Study draws new link between dopamine-based reward learning and machine learning

Past neuroscience and psychology research has repeatedly demonstrated the crucial role of rewards in how humans and other animals acquire behaviors that promote their survival. Dopaminergic neurons, neurons that produce dopamine in the mammalian central nervous system, are known to be largely responsible for reward-based learning in mammals.

Studies have found that when a mammal is receiving an unexpected reward, these neurons promptly respond, through a so-called phasic excitation. This is a short but strong period of excitation that occurs in rapidly adapting brain receptors (i.e., phasic receptors).

When animals start creating associations between a reward and a specific stimulus or cue, dopamine neurons tune down their responses to the reward in question. This might be an evolutionary mechanism aimed at supporting associative learning.

In recent years, computer scientists have been trying to artificially replicate the neural underpinnings of reward-learning in mammals, to create efficient machine learning models that can tackle complex tasks. A renowned machine learning method that replicates the function of dopaminergic neurons is the so-called temporal difference (TD) learning algorithm.

Researchers at Harvard University, Nagoya University and Keio University School of Medicine have recently carried out a study exploring an aspect of the TD learning computational method that could be related to how humans learn based on rewards. Their paper, published in Nature Neuroscience, could shed some new light on how the brain builds associations between cues and rewards that are separated in time (i.e., that are not consecutive and thus not experienced one after another).
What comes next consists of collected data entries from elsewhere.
def _device(device: Transistor, p: Mapping[str, Numbers]) -> tuple[Numbers, Numbers, Numbers, Numbers]:
    """VT, VBE of this unit at IC0, hFE and ICBO at temperature."""
    t = p["temperature"]
    vt = K_OVER_Q * t
    ratio = t / ROOM
    if device.vbe_model == "fixed":
        vbe = device.vbe.nominal + p["delta"] + 0.0 * t
    else:
        gap = GAP[device.material]
        vbe = gap - (gap - device.vbe.nominal) * ratio - 3.0 * vt * np.log(ratio) + p["delta"]
    exponent = np.where(np.real(t) >= ROOM, 1.5, 2.5)
    gain = p["hfe"] * np.exp(exponent * np.log(ratio))
    if device.icbo_hot is None:
        growth = np.log(2.0) / 10.0
    else:
        growth = np.log(device.icbo_hot[0] / device.icbo.high) / (device.icbo_hot[1] - ROOM)
    return vt, vbe, gain, p["icbo"] * np.exp(growth * (t - ROOM))


def _feed(network: str, p: Mapping[str, Numbers]) -> tuple[Numbers, Numbers, Numbers, bool]:
    """Source, conductance from it to the base, conductance of the lower leg, and whether the source is the collector.

    The lower leg goes to 0 V, or to the source of a reference element.

    Voltages count from the far end of re: 0 V, or the negative rail of a stage with two supplies.
    """
    none = np.zeros(())
    if network in ("divider", "follower", "diode_divider", "sink"):
        lower = p.get("r2", 0.0) + p.get("r_ref", 0.0)
        return p["vcc"], 1.0 / p["r1"], 1.0 / lower if np.any(lower) else none, False
    if network == "fixed_base":
        return p.get("vbb", p["vcc"]), 1.0 / p["rb"], none, False
    if network == "two_supply":
        return p["vee"], 1.0 / p["rb"], none, False
    if network == "collector_feedback":
        return p["vcc"], 1.0 / p["rb"], none, True
    assert network == "collector_divider", network
    return p["vcc"], 1.0 / p["r1"], 1.0 / p["r2"], True


def _report(network: str, p: Mapping[str, Numbers], ic: Numbers, ib: Numbers, vb: Numbers) -> dict[str, Numbers]:
    """Every quantity, by Ohm's law from the transistor's currents and the base voltage."""
    source, g1, g2, from_collector = _feed(network, p)
    ve = p.get("re", 0.0) * (ic + ib)
    feed = ib + (vb - p.get("vref", 0.0)) * g2
    vc = p.get("vload", p["vcc"]) + p.get("vee", 0.0) - p.get("rc", 0.0) * (ic + feed if from_collector else ic)
    found = {"ic": ic, "ib": ib, "vbe": vb - ve, "vce": vc - ve}
    found["i_r1" if "r1" in p else "i_rb"] = ((vc if from_collector else source) - vb) * g1
    if "r2" in p:
        found["i_r2"] = (vb - p.get("vref", 0.0)) * g2
    if "vref" in p:
        found["i_ref"] = (vb - p["vref"]) * g2
    found["ve"] = ve + 0.0 * ic
    # Of two supplies the collector counts from their common point.
    found["vc"] = vc - p.get("vee", 0.0)
    return found


def active(network: str, device: Transistor, p: Mapping[str, Numbers]) -> dict[str, Numbers]:
    """Every quantity by the active-region law, from Kirchhoff's current law at the base.

    (VS − VB)·G1 − VB·G2 = IB with VB = VBE + re·(IC + IB), IB = (IC − (h+1)·ICBO)/h and IC = IC0·exp(y); a feed from the
    collector comes from VS − rc·IC through rc and its resistor in series. The residual falls and is concave in y, so
    Newton's method from the right of its root never overshoots.
    """
    vt, vbe0, h, leak = _device(device, p)
    source, g1, g2, from_collector = _feed(network, p)
    re = p.get("re", 0.0)
    if from_collector:
        g1 = g1 / (1.0 + p["rc"] * g1)
    g = g1 + g2
    offset = leak * (1.0 + 1.0 / h)
    # Residual = drive − g·(VBE − vbe0) − load·IC.
    below = p.get("vref", 0.0) * g2
    drive = source * g1 + below - g * (vbe0 - re * offset) + offset
    load = g * re * (1.0 + 1.0 / h) + 1.0 / h + (p["rc"] * g1 if from_collector else 0.0)
    if device.vbe_model == "fixed":
        ic = np.where(np.real(drive) > 0.0, drive / load, 0.0 * drive)
    else:
        ic0 = device.vbe_ic
        real = np.real(drive), np.real(g * vt), np.real(load * ic0)
        bound = np.log(np.maximum(real[0] / real[2], 1.0))
        y: Numbers = np.minimum(real[0] / real[1], bound)
        if any(np.iscomplexobj(x) for x in (drive, g, vt, load)):
            y = y.astype(complex)
        for _ in range(100):
            current = ic0 * np.exp(y)
            step = (drive - g * vt * y - load * current) / (g * vt + load * current)
            y = y + step
            if np.max(np.abs(step)) < 1e-14:
                break
        ic = ic0 * np.exp(y)
    ib = ic / h - offset
    # The feed alone sets the base: under a fixed drop that blocks, VBE is what is left over.
    vb = (source * g1 + below - ib - (p["rc"] * g1 * ic if from_collector else 0.0)) / g
    return _report(network, p, ic, ib, vb)


def saturated(network: str, device: Transistor, p: Mapping[str, Numbers]) -> dict[str, Numbers]:
    """Every quantity with VCE held at VCE(sat), from Kirchhoff's current law at the emitter; NaN without a solution.

    VE = re·(IC + IB) with VE = VCC − VCE(sat) − rc·IC and IB from the base feed, which must not come from the collector.
    The residual is concave in IC; right of its peak it falls, so the larger root, the physical one, is where Newton's
    method ends that starts on the right.
    """
    vt, vbe0, _, _ = _device(device, p)
    assert network in SATURATING, network
    source, g1, g2, _ = _feed(network, p)
    rc, re = p["rc"], p.get("re", 0.0)
    log_slope = vt if device.vbe_model == "junction" else 0.0 * vt
    top = p["vcc"] + p.get("vee", 0.0) - device.vce_sat

    def state(ic: Numbers) -> tuple[Numbers, Numbers, Numbers]:
        vb = top - rc * ic + vbe0 + log_slope * np.log(ic / device.vbe_ic)
        ib = (source - vb) * g1 - (vb - p.get("vref", 0.0)) * g2
        return top - rc * ic - re * (ic + ib), vb, ib

    def slope(ic: Numbers) -> Numbers:
        return np.asarray(-rc - re + re * (g1 + g2) * (log_slope / ic - rc))

    peak = re * (g1 + g2) * log_slope / (rc + re + re * (g1 + g2) * rc)
    ic: Numbers = np.array(top / rc + 0.0 * (vbe0 + re + source))
    nothing = state(np.maximum(peak, 1e-30))[0] <= 0.0
    for _ in range(100):
        step = np.where(nothing, 0.0, state(ic)[0] / slope(ic))
        ic = ic - step
        if np.max(np.abs(step) / np.abs(ic)) < 1e-15:
            break
    ic = np.where(nothing, np.nan, ic)
    _, vb, ib = state(ic)
    return _report(network, p, ic, ib, vb)


def any_region(network: str, device: Transistor, p: Mapping[str, Numbers]) -> dict[str, Numbers]:
    """Every quantity of the real stage: saturated where the active law would put VCE below VCE(sat) and gain is not what
    holds IC back, else active."""
    found = active(network, device, p)
    below = found["vce"] < device.vce_sat
    if network not in SATURATING or not np.any(below):
        return found
    held = saturated(network, device, p)
    below = below & ~(held["ic"] > found["ic"])
    return {name: np.where(below, held[name], value) for name, value in found.items()}


def total(names: Sequence[str], found: Mapping[str, Numbers]) -> Numbers:
    """Sum of some quantities."""
    return np.asarray(sum(found[name] for name in names))


def grain(names: Sequence[str], p: Mapping[str, Numbers]) -> Numbers:
    """Rounding of a sum of quantities: some ulps of the rail or the feed current that it is the difference of."""
    rail = p["vcc"] + p.get("vee", 0.0) + p.get("vbb", 0.0) + p.get("vload", 0.0) + np.abs(p.get("vref", 0.0))
    size: Numbers = np.zeros(())
    for name in names:
        if name in ("vce", "vc", "ve"):
            size = size + rail
        elif name != "ic":
            size = size + rail / p.get("r1", p.get("rb", 1.0)) + (rail / p["r2"] if "r2" in p else 0.0)
            size = size + (rail / p["r_ref"] if "r_ref" in p and "r2" not in p else 0.0)
    return np.asarray(1e-14 * size)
TD learning algorithms are a class of reinforcement learning approaches that do not require a model, but rather can learn to make predictions based on changes in the environment that occur over successive time steps. In contrast with other machine learning methods, TD methods can adjust their estimations several times before they reveal their final prediction.

Over the past few years, several studies have highlighted the similarities between TD learning algorithms and reward-learning dopamine neurons in the brain. Nonetheless, one particular aspect of the algorithm’s functioning has rarely been considered in neuroscience research.
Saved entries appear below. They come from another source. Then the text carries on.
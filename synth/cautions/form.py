"""The form of a warning: its name, when it is given, why it matters, and the function that looks for it."""

from __future__ import annotations

from collections.abc import Callable, Iterable
from dataclasses import dataclass
from typing import Literal

from synth.answer import Candidate
from synth.box import Box
from synth.spaces import Space
from synth.stage import Stage

Told = Literal["reading", "request", "candidate", "substitution"]


@dataclass(frozen=True, kw_only=True)
class Seen:
    """What the warnings about a candidate look at: it, its box (of one candidate), where it comes from, what was asked."""

    candidate: Candidate
    box: Box
    space: Space
    stage: Stage

    @property
    def span(self) -> float:
        """Greatest voltage between the outermost rails of the collector and the emitter [V]."""
        rails = self.box.rails
        return rails.get("vload", rails["vcc"]).high + (rails["vee"].high if "vee" in rails else 0.0)

    @property
    def grounded(self) -> bool:
        """Whether nothing stands between the emitter and its rail, nor the collector feeds the base."""
        nodes = [set(role.nodes) for role in self.box.network.roles if role.name in self.box.parts]
        return "re" not in self.box.parts and {"b", "c"} not in nodes


@dataclass(frozen=True, kw_only=True)
class CautionRule:
    """One named warning.

    Parameters
    ----------
    name : str
        Name in answers.
    threshold : str
        When it is given, with the figure.
    reason : str
        The physical reason, one sentence.
    told : {"reading", "request", "candidate", "substitution"}
        While a stage is read (by `synth.stage`), of the request, of a candidate, or of another transistor in its place.
    of_request : callable, optional
        ``of_request(stage)``: the texts it deserves.
    of_candidate : callable, optional
        ``of_candidate(seen)``: the texts it deserves.
    """

    name: str
    threshold: str
    reason: str
    told: Told
    of_request: Callable[[Stage], Iterable[str]] | None = None
    of_candidate: Callable[[Seen], Iterable[str]] | None = None


def share(fraction: float) -> str:
    """A threshold in per cent.

    Parameters
    ----------
    fraction : float
        A share [-].

    Returns
    -------
    str
        ``20 %``.
    """
    return f"{100.0 * fraction:g} %"
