"""What a search runs over: the networks with their value lists, and the exact assessment of single candidates."""

from __future__ import annotations

import math
from collections.abc import Collection, Mapping, Sequence
from dataclasses import dataclass, field, replace
from functools import partial

import numpy as np
from numpy.typing import NDArray

from synth.answer import Pair
from synth.box import Box, Extreme, Meter, Values
from synth.catalogue import Derating, ResistorStyle, derating, resistor_style
from synth.choices import choices, fitted_in, list_of, made_up, prices_of, split_pairs
from synth.limits import Requirement, Surroundings, judge, requirements
from synth.measures import POWER_OF_TRANSISTOR, is_figure
from synth.networks import NETWORKS
from synth.networks.form import Array, Network
from synth.parts import Parts
from synth.preferred import JOINS
from synth.preferred.pairs import SERIES, SINGLE
from synth.quantities import Interval, Spread
from synth.reference import Reference
from synth.rss import root_sum_square
from synth.signal import Signal
from synth.stage import RoleSetting, Stage, StageError
from synth.transistor import Transistor

MOST_VBE = 2.0
"""What VBE never reaches [V]: beyond the gap the junction law ends."""

Index = NDArray[np.int32]


@dataclass(frozen=True, kw_only=True, eq=False)
class Space:
    """Everything that one network may be built from.

    Parameters
    ----------
    network : Network
        The network.
    lists : mapping of str to Parts
        Every value that a role may have, ascending.
    transistor : Transistor
        The transistor.
    rails : mapping of str to Spread
        Rails [V].
    temperature : Spread
        Ambient [K].
    requirements : tuple of Requirement
        What every candidate has to satisfy.
    reference : Reference, optional
        The reference element of the base voltage, where the network has one.
    signal : Signal
        What the signal meets.
    styles : mapping of str to ResistorStyle
        Style of each role that has one.
    derating : Derating
        Policy that ratings are judged by.
    ground : {"negative", "positive", "middle", "common"}
        What is 0 V, see `synth.explain.nominal_points`.
    prices : mapping of str to ndarray
        Price of each value of a role, where every role has a list with prices [-].
    """

    network: Network
    lists: Mapping[str, Parts]
    transistor: Transistor
    rails: Mapping[str, Spread]
    temperature: Spread
    requirements: tuple[Requirement, ...]
    reference: Reference | None = None
    signal: Signal = field(default_factory=Signal)
    styles: Mapping[str, ResistorStyle] = field(default_factory=dict)
    derating: Derating = field(default_factory=partial(derating, "none"))
    ground: str = "negative"
    prices: Mapping[str, Array] = field(default_factory=dict)

    @property
    def roles(self) -> tuple[str, ...]:
        """Roles used, in the network's order."""
        return tuple(role for role in self.network.role_names if role in self.lists)

    @property
    def combinations(self) -> int:
        """Number of candidates."""
        return math.prod(self.lists[role].nominal.size for role in self.roles)

    def base_feed(self, box: Box) -> Array:
        """Resistance of the base feed: the parallel connection of the base-side roles.

        Parameters
        ----------
        box : Box
            n candidates of this space.

        Returns
        -------
        ndarray, shape (n,)
            At nominal values [ohm].
        """
        feeds = (box.parts[role].nominal for role in self.network.base_side if role in box.parts)
        return 1.0 / sum((1.0 / r for r in feeds), np.zeros(box.size))

    def thinned(self, positions: Mapping[str, Index]) -> Space:
        """The same space with some of its values.

        Parameters
        ----------
        positions : mapping of str to ndarray of int
            List positions to keep, by role, ascending.

        Returns
        -------
        Space
            Whose lists are that short.
        """
        lists = {role: self.lists[role].take(at) for role, at in positions.items()}
        prices = {role: row[positions[role]] for role, row in self.prices.items()}
        return replace(self, lists=lists, prices=prices)

    def fitted(self, index: Index) -> list[dict[str, float]]:
        """Resistors of candidates.

        Parameters
        ----------
        index : ndarray of int, shape (n, roles)
            List positions.

        Returns
        -------
        list of dict
            Role to nominal resistance [ohm].
        """
        return [
            {role: float(self.lists[role].nominal[i]) for role, i in zip(self.roles, row, strict=True)} for row in index
        ]

    def box(self, index: Index, meter: Meter) -> Box:
        """The box of some candidates.

        Parameters
        ----------
        index : ndarray of int, shape (n, roles)
            List positions.
        meter : Meter
            Where solves are counted.

        Returns
        -------
        Box
            Of n candidates.
        """
        return Box(
            network=self.network,
            transistor=self.transistor,
            rails=self.rails,
            temperature=self.temperature,
            parts={role: self.lists[role].take(index[:, j]) for j, role in enumerate(self.roles)},
            reference=self.reference,
            signal=self.signal,
            meter=meter,
        )


@dataclass(frozen=True, kw_only=True)
class Goal:
    """What drift is measured from: IC [A], and of VCE, VC and VE [V] the one that has a target, the others None.

    Candidates are ranked by their score: the largest drift over the box, each times its weight [-] where `weights` are given;
    with `rss` the largest root sum square of `synth.rss` in its place.
    """

    ic: float
    vce: float | None = None
    vc: float | None = None
    ve: float | None = None
    weights: Mapping[str, float] | None = None
    rss: bool = False

    @property
    def plain(self) -> bool:
        """Whether the largest drift itself ranks."""
        return self.weights is None and not self.rss

    def weight(self, quantity: str) -> float:
        """How much the drift of a quantity counts.

        Parameters
        ----------
        quantity : str
            One of `aims`.

        Returns
        -------
        float
            1 where no weights are given, 0 of a quantity that they do not name [-].
        """
        return 1.0 if self.weights is None else self.weights.get(quantity, 0.0)

    def score(self, drifts: Mapping[str, Array]) -> Array:
        """What candidates are ranked by.

        Parameters
        ----------
        drifts : mapping of str to ndarray
            Drift of each quantity that has a target [-].

        Returns
        -------
        ndarray
            The largest of them, each times its weight [-].
        """
        counted = [(self.weight(quantity), drift) for quantity, drift in drifts.items()]
        return np.asarray(np.maximum.reduce([w * drift for w, drift in counted if w > 0.0]))

    @property
    def aims(self) -> dict[str, float]:
        """Target of every quantity that has one, IC first [A, V]."""
        every = {"ic": self.ic, "vce": self.vce, "vc": self.vc, "ve": self.ve}
        return {quantity: aim for quantity, aim in every.items() if aim is not None}


@dataclass(frozen=True, kw_only=True)
class Found:
    """One qualifying candidate with its worst case.

    `index` are the list positions, `drifts` those of each quantity that has a target [-], `extremes` the deciding points,
    `score` is what it is ranked by [-].
    """

    space: Space
    index: tuple[int, ...]
    drifts: Mapping[str, float]
    extremes: Mapping[str, Extreme]
    score: float

    @property
    def drift(self) -> float:
        """Q-point drift [-]."""
        return max(self.drifts.values())


class Exact:
    """True extremes of the candidates of a box, each computed once, and their drift."""

    def __init__(self, box: Box, goal: Goal) -> None:
        self.box = box
        self.extremes = {key: box.extreme((key[0],), key[1]) for key in wanted(goal)}
        self.drifts, self.drift = drift_of({key: e.value for key, e in self.extremes.items()}, goal)
        self._cache: dict[tuple[tuple[str, ...], int], Extreme] = {
            ((quantity,), side): e for (quantity, side), e in self.extremes.items()
        }

    def worst(self, names: Sequence[str], side: int) -> tuple[Array, Values]:
        """Extreme of a sum of quantities and its point, as `synth.limits.judge` asks for it.

        Parameters
        ----------
        names : sequence of str
            Quantities, see `Box.measure`.
        side : {+1, -1}
            Maximum or minimum.

        Returns
        -------
        value : ndarray, shape (n,)
            The extreme [A or V].
        at : dict
            The point that decides.
        """
        key = (tuple(names), side)
        if key not in self._cache:
            self._cache[key] = self.box.extreme(names, side)
        return self._cache[key].value, self._cache[key].at


def goal_of(stage: Stage, weights: Mapping[str, float] | None = None, rss: bool = False) -> Goal:
    """What the drift of a stage is measured from.

    Parameters
    ----------
    stage : Stage
        The request.
    weights : mapping of str to float, optional
        How much the drift of each quantity counts in the ranking [-].
    rss : bool
        Whether the root sum square ranks.

    Returns
    -------
    Goal
        Its targets.
    """
    assert stage.ic.nominal is not None
    aims = {quantity: target.nominal for quantity, target in stage.voltages.items()}
    volts = (aims.get("vce"), aims.get("vc"), aims.get("ve"))
    return Goal(ic=stage.ic.nominal, vce=volts[0], vc=volts[1], ve=volts[2], weights=weights, rss=rss)


def spaces_of(stage: Stage, without: Collection[str] = ()) -> list[Space]:
    """Every network of a stage with every set of roles, ready to search.

    Parameters
    ----------
    stage : Stage
        The request.
    without : collection of str
        Names of requirements to leave out.

    Returns
    -------
    list of Space
        In the order of the stage's networks.
    """
    known: dict[RoleSetting, Parts] = {}
    whole = [
        _space(stage, network, roles, {role: list_of(stage, role, known) for role in roles}, without)
        for network in stage.networks
        for roles in stage.roles_used(network)
    ]
    return [space for every in whole for space in _split(stage, every)]


def fitted(stage: Stage) -> Space:
    """The resistors fitted in a stage, as a space of one candidate.

    Parameters
    ----------
    stage : Stage
        With ``[values]``.

    Returns
    -------
    Space
        Of the network whose roles the values make up.

    Raises
    ------
    StageError
        If the values make up none of the stage's networks, or more than one.
    """
    names = set(stage.values)
    matching = []
    for network in stage.networks:
        form = NETWORKS[network]
        optional = {role.name for role in form.roles if form.optional(role, stage.reference is not None)}
        every = set(NETWORKS[network].role_names)
        if every - optional <= names <= every:
            matching.append(network)
    if len(matching) != 1:
        wanted_roles = "; or ".join(
            f"{network}: {' '.join(NETWORKS[network].role_names)}" for network in (matching or stage.networks)
        )
        raise StageError(
            "values",
            " ".join(sorted(names)) or None,
            "which fits several networks, so name one" if matching else "which is not the resistors of one network",
            f"a value for each role of {wanted_roles}",
        )
    roles = tuple(role for role in NETWORKS[matching[0]].role_names if role in names)
    space = _space(stage, matching[0], roles, {role: fitted_in(stage, role) for role in roles}, ())
    if not stage.signal.split or "re" not in roles or "c" in space.network.tied:
        return space
    pairs = space.lists["re"].pairs
    if pairs is None or pairs.join[0] != SERIES:
        accepted = "its two parts, the upper one first, such as '100 ohm + 1k5', or signal.unbypassed"
        reason = "which is one part, but signal.bypass is part"
        raise StageError("values.re", stage.given.get("values.re"), reason, accepted)
    return replace(space, signal=replace(stage.signal, unbypassed=float(pairs.halves[0].nominal[0])))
“Previous studies failed to observe a key prediction of this algorithm: that when an agent associates a cue and reward that are separated in time, the timing of dopamine signals should gradually move backward in time from the time of the reward to the time of the cue over multiple trials,” Ryunosuke Amo, Sara Matias, Akihiro Yamanaka, Kenji F. Tanaka, Naoshige Uchida and Mitsuko Watabe-Uchida wrote in their paper. “We demonstrate that such a gradual shift occurs both at the level of dopaminergic cellular activity and dopamine release in the ventral striatum in mice.”

In their paper, Amo and his colleagues considered the results of experiments they carried out on untrained mice who were learning to associate odor cues with water rewards. When the animals started associating specific odors with receiving water, they exhibited licking behavior suggesting that they were expecting to receive water after they had only smelled the associated odor.

In their experiments, the researchers presented the mice with the pre-reward odor and the reward within different time frames. In other words, they changed the amount of time between the moment when the mice were exposed to the odor and the moment when they received the water reward.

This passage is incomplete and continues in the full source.